Merci d'avoir trouvé de si jolies formules même si parfois j'aurais aimé plus de passion... j'ai trouvé ça fort joli.

Voilà.même s'il est plein de rimes tant pis, j'assume... merci.

Bonne continuation et au plaisir!

   bulle   
29/3/2010
 a aimé ce texte 
Bien ↑
Il y a dans ce texte, une forte musicalité marquée par les sons qui se recoupent, se rejoignent, se cognent.

Tous ces sons offrent aux lignes un balancement que j'aime beaucoup, en vagues sensorielles.

L'expression "précieuse", les images,"à l’encre des jonquilles" particulièrement, habillent le tout généreusement.

D'ailleurs cette image de jonquilles aurait pu convenir en titre, plus porteur à mon goût, que "Bouteille à la mer".

L'ensemble m'a offert un réel plaisir..

   jamesbebeart   
1/4/2010
 a aimé ce texte 
Beaucoup
Très beau texte d'une rare élégance qui m'a emporté vers des rivages heureux. Grande séduction ponctuée par des formules très réussies comme : "A l'heure où le soleil s'offre une méridienne" ; "Une lettre d'espoir sur velin de miroir aux parfums de cerise". En fait il faudrait tout citer...

   kamel   
1/4/2010
 a aimé ce texte 
Bien ↑
Bonjour

Une belle attente d'une lettre d'espoir peinte sur un tableau poètique ou les vers eux-mêmes semblent dicter ce chemin grâce à une bouteille à la mer.

Des images contribuent à donner plus de charme à la lectureet laisse le lecteur relier sa pensée avec celle de l'auteur.

   Anonyme   
1/4/2010
 a aimé ce texte 
Beaucoup
Vogue la bouteille. Une lettre douce et aimante qui va dans les mers, décline le camaïeu de bleus, de l'eau, du ciel, de l'âme, joue avec le vocabulaire marin, l'errance bohémienne. Un infime bémol, l'ouragan qui aurait pu trouver meilleur remplaçant, je crois. Mais l'ensemble est joli et agréable et subtilement courtois.

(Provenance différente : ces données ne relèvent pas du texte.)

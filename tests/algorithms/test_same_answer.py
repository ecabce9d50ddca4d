"""The same ground told in another way gives the same answer: CRSs, seams of longitude, units, directions, densities.

The ground is invented relief in closed form (tests/tools/invented.py): a trench whose plate is broken and bent by a
shear and a moment at its end, so that the fit's truth is known without the plugin's own solver, and a ridge.
"""

import numpy as np
import pytest

pytest.importorskip("qgis")

import invented
from invented import AXIS_KM, MOMENT, SHEAR, STEP_KM, TE_KM, equator_grid, equator_line, lines_layer
from pyproj import Geod, Transformer
from running import column, refusal, run

WGS84 = Geod(ellps="WGS84")
NUMBERS = ("te_km", "break_km", "end_shear_n_per_m", "end_moment_n", "regional_level_m", "bulge_m", "bulge_km")


def fit(dem, line, crs="EPSG:4326", **keys):
    parameters = {"TRANSECTS": lines_layer([line], crs), "DEM": dem, "SETTING": 1, "STEP_KM": STEP_KM, **keys}
    return run("fittransects", parameters)


def same(one, other, rel=1e-6):
    """All numbers of the single profile agree, and so does the deflection at every station."""
    for name in NUMBERS:
        assert one["PROFILES"][0][name] == pytest.approx(other["PROFILES"][0][name], rel=rel), name
    for name in ("deflection_m", "residual_m"):
        np.testing.assert_allclose(column(one["STATIONS"], name), column(other["STATIONS"], name), rtol=rel, atol=1e-3)


@pytest.fixture(scope="module")
def dem(tmp_path_factory):
    """The trench, its line's start at 20 E."""
    return equator_grid(tmp_path_factory.mktemp("ground") / "dem.tif", 20.0, invented.trench)


@pytest.fixture(scope="module")
def answer(dem):
    return fit(dem, equator_line(20.0))


def test_the_fit_finds_the_plate_in_closed_form(answer):
    """Elastic thickness, end forces and tilt of the closed form, from relief alone, through Processing."""
    (profile,) = answer["PROFILES"]
    assert answer["TE_KM"] == pytest.approx(TE_KM, rel=5e-3)
    assert profile["te_km"] == pytest.approx(answer["TE_KM"], rel=1e-12)
    assert profile["break_km"] == pytest.approx(AXIS_KM, abs=1e-3)
    assert profile["regional_tilt_m_per_km"] == pytest.approx(1e3 * invented.TILT, rel=0.01)
    assert profile["regional_level_m"] == pytest.approx(invented.LEVEL - invented.TILT * AXIS_KM * 1e3, abs=5.0)
    assert profile["end_shear_n_per_m"] == pytest.approx(SHEAR, rel=0.02)
    assert profile["end_moment_n"] == pytest.approx(MOMENT, rel=0.02)
    assert profile["plate"] == "broken"
    assert profile["rms_m"] < 1.0


def test_bulge_and_node_lie_where_the_closed_form_has_them(answer):
    """w = 0 where tan(x / alpha) = (V0 alpha + M0) / M0, and the first minimum beyond it, found on a fine grid."""
    (profile,) = answer["PROFILES"]
    x = np.linspace(0.0, 600e3, 600_001)
    deflection = invented.bent(x)
    node = x[np.argmax(deflection < 0)]
    bulge = x[np.argmin(deflection)]
    assert profile["node_km"] == pytest.approx(AXIS_KM + node / 1e3, abs=1.0)
    assert profile["bulge_km"] == pytest.approx(AXIS_KM + bulge / 1e3, abs=1.0)
    assert profile["bulge_m"] == pytest.approx(-deflection.min(), rel=0.01)
    assert profile["deepest_m"] == pytest.approx(deflection[0], rel=0.01)


def test_a_line_in_a_projected_crs_gives_the_same_stations_and_answer(dem, answer):
    """EPSG:3395 (Mercator on the ellipsoid) draws the equator straight: same stations to a metre, same answer."""
    to_metres = Transformer.from_crs("EPSG:4326", "EPSG:3395", always_xy=True)
    projected = fit(dem, [to_metres.transform(*vertex) for vertex in equator_line(20.0)], "EPSG:3395")
    same(projected, answer)
    back = Transformer.from_crs("EPSG:3395", "EPSG:4326", always_xy=True)
    for one, other in zip(projected["STATIONS"], answer["STATIONS"]):
        here = one["geometry"].constGet()
        there = other["geometry"].constGet()
        _, _, apart = WGS84.inv(*back.transform(here.x(), here.y()), there.x(), there.y())
        assert apart < 1.0
        assert one["distance_km"] == pytest.approx(other["distance_km"], abs=1e-3)


def test_an_oblique_bent_line_has_the_same_stations_in_two_crss(dem):
    """Three vertices across the grid, in degrees and in UTM zone 34 (WGS84): stations within a metre, relief alike."""
    vertices = [(20.2, -0.06), (22.0, 0.05), (24.5, -0.03)]
    to_metres = Transformer.from_crs("EPSG:4326", "EPSG:32634", always_xy=True)
    tables = [
        run("sampletransects", {"TRANSECTS": layer, "DEM": dem}, sinks=("STATIONS",))["STATIONS"]
        for layer in (
            lines_layer([vertices]),
            lines_layer([[to_metres.transform(*vertex) for vertex in vertices]], "EPSG:32634"),
        )
    ]
    assert len(tables[0]) == len(tables[1]) > 200
    back = Transformer.from_crs("EPSG:32634", "EPSG:4326", always_xy=True)
    for one, other in zip(*tables):
        here, there = one["geometry"].constGet(), other["geometry"].constGet()
        _, _, apart = WGS84.inv(here.x(), here.y(), *back.transform(there.x(), there.y()))
        assert apart < 1.0
    np.testing.assert_allclose(column(tables[0], "dem_m"), column(tables[1], "dem_m"), atol=0.1)


@pytest.mark.parametrize("west", [0.0, -180.0])
def test_a_dem_in_either_count_of_longitude_gives_the_same_answer(tmp_path, answer, west):
    """A grid round the Earth, its first cell's centre on 0 or on -180; the line lies at 20 E."""
    world = equator_grid(tmp_path / "world.tif", 20.0, invented.trench, west=west, columns=18000)
    same(fit(world, equator_line(20.0)), answer)


@pytest.mark.parametrize("west", [0.0, -180.0, 175.0])
@pytest.mark.parametrize("turn", [0.0, -360.0])
def test_a_line_across_the_antimeridian_works(tmp_path, answer, west, turn):
    """The same trench drawn from 178 E to 184.3 E or from 182 W to 175.7 W, on three ways to count the grid."""
    columns = 18000 if west != 175.0 else 600
    world = equator_grid(tmp_path / "world.tif", 178.0, invented.trench, west=west, columns=columns)
    same(fit(world, equator_line(178.0 + turn)), answer)


def test_a_line_drawn_as_qgis_splits_it_at_the_antimeridian_works(tmp_path, answer):
    """Two parts that meet at 180 and -180 degrees are one line."""
    world = equator_grid(tmp_path / "world.tif", 178.0, invented.trench, west=-180.0, columns=18000)
    (_, _), (end, _) = equator_line(178.0)
    layer = lines_layer([f"MultiLineString ((178 0, 180 0), (-180 0, {end - 360.0!r} 0))"], kind="MultiLineString")
    same(run("fittransects", {"TRANSECTS": layer, "DEM": world, "SETTING": 1, "STEP_KM": STEP_KM}), answer)


@pytest.mark.parametrize(("unit", "factor"), [(1, 0.3048), (2, 1200 / 3937), (3, 1000.0)])
def test_relief_in_feet_and_kilometres_gives_the_same_answer(tmp_path, answer, unit, factor):
    """The international foot is 0.3048 m, the US survey foot 1200/3937 m, both by definition."""
    other = equator_grid(tmp_path / "dem.tif", 20.0, invented.trench, factor=factor)
    same(fit(other, equator_line(20.0), RELIEF_UNIT=unit), answer)


def test_a_grid_without_a_crs_takes_the_one_given(tmp_path, answer):
    """DEM_CRS serves a grid that carries none; without it, the run says which key to give."""
    bare = equator_grid(tmp_path / "dem.tif", 20.0, invented.trench, crs=None)
    same(fit(bare, equator_line(20.0), DEM_CRS="EPSG:4326"), answer)
    parameters = {"TRANSECTS": lines_layer([equator_line(20.0)]), "DEM": bare, "SETTING": 1}
    assert "DEM carries no CRS: give it as DEM_CRS." in refusal("fittransects", parameters)


def test_the_band_that_is_asked_for_is_read(tmp_path, answer, dem):
    """Band 2 holds the trench, band 1 nothing but zeros."""
    from osgeo import gdal

    relief = gdal.Open(dem).ReadAsArray()
    cell = invented.CELL
    bands = [np.zeros_like(relief), relief]
    both = invented.write_grid(tmp_path / "two.tif", bands, 18.0 - cell / 2, 4 * cell, cell)
    same(fit(both, equator_line(20.0), DEM_BAND=2), answer)


def test_scaled_densities_leave_the_thickness(dem, answer):
    """All densities doubled double k; rigidity doubles with it, so Te grows by the cube root of 2, forces double."""
    doubled = fit(dem, equator_line(20.0), RHO_MANTLE=6600, RHO_INFILL=2060, RHO_WATER=2060)
    one, other = doubled["PROFILES"][0], answer["PROFILES"][0]
    assert one["te_km"] == pytest.approx(2 ** (1 / 3) * other["te_km"], rel=2e-3)
    assert one["flexural_parameter_km"] == pytest.approx(other["flexural_parameter_km"], rel=2e-3)
    assert one["end_shear_n_per_m"] == pytest.approx(2 * other["end_shear_n_per_m"], rel=5e-3)
    assert one["end_moment_n"] == pytest.approx(2 * other["end_moment_n"], rel=5e-3)


def test_rigidity_is_what_the_relief_fixes(dem, answer):
    """Young's modulus at 65 GPa and Poisson's ratio at 0: D stays, Te goes by ((1 - nu^2) / E)^(1/3)."""
    other = fit(dem, equator_line(20.0), YOUNG_GPA=65, POISSON=0)["PROFILES"][0]
    first = answer["PROFILES"][0]
    assert other["rigidity_nm"] == pytest.approx(first["rigidity_nm"], rel=5e-3)
    assert other["te_km"] == pytest.approx(first["te_km"] * (100 / 65 / (1 - 0.25**2)) ** (1 / 3), rel=2e-3)
    assert (other["young_gpa"], other["poisson"]) == (65, 0)


@pytest.fixture(scope="module")
def ridge_dem(tmp_path_factory):
    """The ridge on a continuous plate, its line's start at 20 E."""
    return equator_grid(tmp_path_factory.mktemp("ground") / "ridge.tif", 20.0, invented.ridge)


def test_the_fit_finds_the_plate_under_a_ridge(ridge_dem):
    """Continuous plate, relief load in water, moat and bulge in the same DEM; the fit itself finds level and load."""
    answer = fit(ridge_dem, equator_line(20.0), SETTING=0)
    (profile,) = answer["PROFILES"]
    assert answer["TE_KM"] == pytest.approx(invented.RIDGE_TE_KM, rel=0.02)
    assert profile["regional_level_m"] == pytest.approx(invented.FLOOR, abs=3.0)
    assert profile["deepest_km"] == pytest.approx(invented.RIDGE_KM, abs=0.5)
    assert profile["plate"] == "continuous"
    assert profile["break_km"] is None


def test_reversing_a_line_mirrors_a_continuous_fit(ridge_dem):
    """A continuous plate knows no direction: thickness and level stay, the deflection is mirrored."""
    line = equator_line(20.0)
    forward, backward = (fit(ridge_dem, way, SETTING=0) for way in (line, line[::-1]))
    one, other = forward["PROFILES"][0], backward["PROFILES"][0]
    for name in ("te_km", "regional_level_m", "deepest_m"):
        assert one[name] == pytest.approx(other[name], rel=1e-6), name
    for name in ("te_low_km", "te_high_km", "rms_m"):
        assert one[name] == pytest.approx(other[name], rel=1e-3), name
    assert one["deepest_km"] + other["deepest_km"] == pytest.approx(invented.LENGTH_KM, abs=1e-3)
    deflection = column(forward["STATIONS"], "deflection_m")
    np.testing.assert_allclose(deflection, column(backward["STATIONS"], "deflection_m")[::-1], atol=1e-3)


def test_geometries_carry_the_predicted_surface_and_the_distance(answer):
    """PROFILES: Z the predicted surface, M the distance in km; STATIONS: Z the predicted surface, NaN without plate."""
    line = answer["PROFILES"][0]["geometry"].constGet()
    plated = [row for row in answer["STATIONS"] if row["predicted_m"] is not None]
    assert line.numPoints() == len(plated) < len(answer["STATIONS"])
    for index, row in enumerate(plated):
        vertex = line.pointN(index)
        assert (vertex.z(), vertex.m()) == pytest.approx((row["predicted_m"], row["distance_km"]))
        assert row["geometry"].constGet().z() == pytest.approx(row["predicted_m"])
    for row in answer["STATIONS"]:
        if row["distance_km"] < AXIS_KM - 1e-3:
            assert row["deflection_m"] is row["predicted_m"] is row["te_km"] is row["slope"] is row["moment_n"] is None
            assert row["in_fit"] == 0
        else:
            assert row["residual_m"] == pytest.approx(row["observed_m"] - row["predicted_m"], abs=1e-9)


def test_a_swath_of_equal_lines_is_the_line(dem, answer):
    """Relief that does not change along strike: the mean of 5 lines over 8 km is the line, their spread is nothing."""
    swath = fit(dem, equator_line(20.0), SWATH_KM=8, SWATH_LINES=5)
    np.testing.assert_allclose(column(swath["STATIONS"], "dem_m"), column(answer["STATIONS"], "dem_m"), atol=0.05)
    assert swath["TE_KM"] == pytest.approx(answer["TE_KM"], rel=0.01)


def test_inputs_are_left_untouched(dem):
    """The layer of lines has the same features after a run, and the grid's file the same bytes."""
    from pathlib import Path

    layer = lines_layer([equator_line(20.0)])
    before = Path(dem).read_bytes(), [feature.geometry().asWkt(12) for feature in layer.getFeatures()]
    run("fittransects", {"TRANSECTS": layer, "DEM": dem, "SETTING": 1, "STEP_KM": 20})
    assert before == (Path(dem).read_bytes(), [feature.geometry().asWkt(12) for feature in layer.getFeatures()])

La passion du printemps, les sourires de l'été laissent de la place à l'automne patient, tendre, harmonieux, fougueux mais point trop, mais le goût des cerises... Oui, décidément ce poème est plaisant.

   Garance   
4/4/2010
 a aimé ce texte 
Beaucoup ↑
Une bien belle missive !
Espérons qu'elle parvienne à sa destinataire et que cette "maison basse aux volets violine" puisse abriter tard dans leur vie les murmures des amoureux à "l'éternelle" jeunesse.
Belle construction pour ce poème, et une ponctuation qui ne nuit pas à la liberté des mots, mais facilite la lecture.

   Anonyme   
4/4/2010
 a aimé ce texte 
Bien
Je trouve la ponctuation trop présente pour ma part, cela hache le poème, cela impose un rythme au lecteur et ça ne me plaît pas.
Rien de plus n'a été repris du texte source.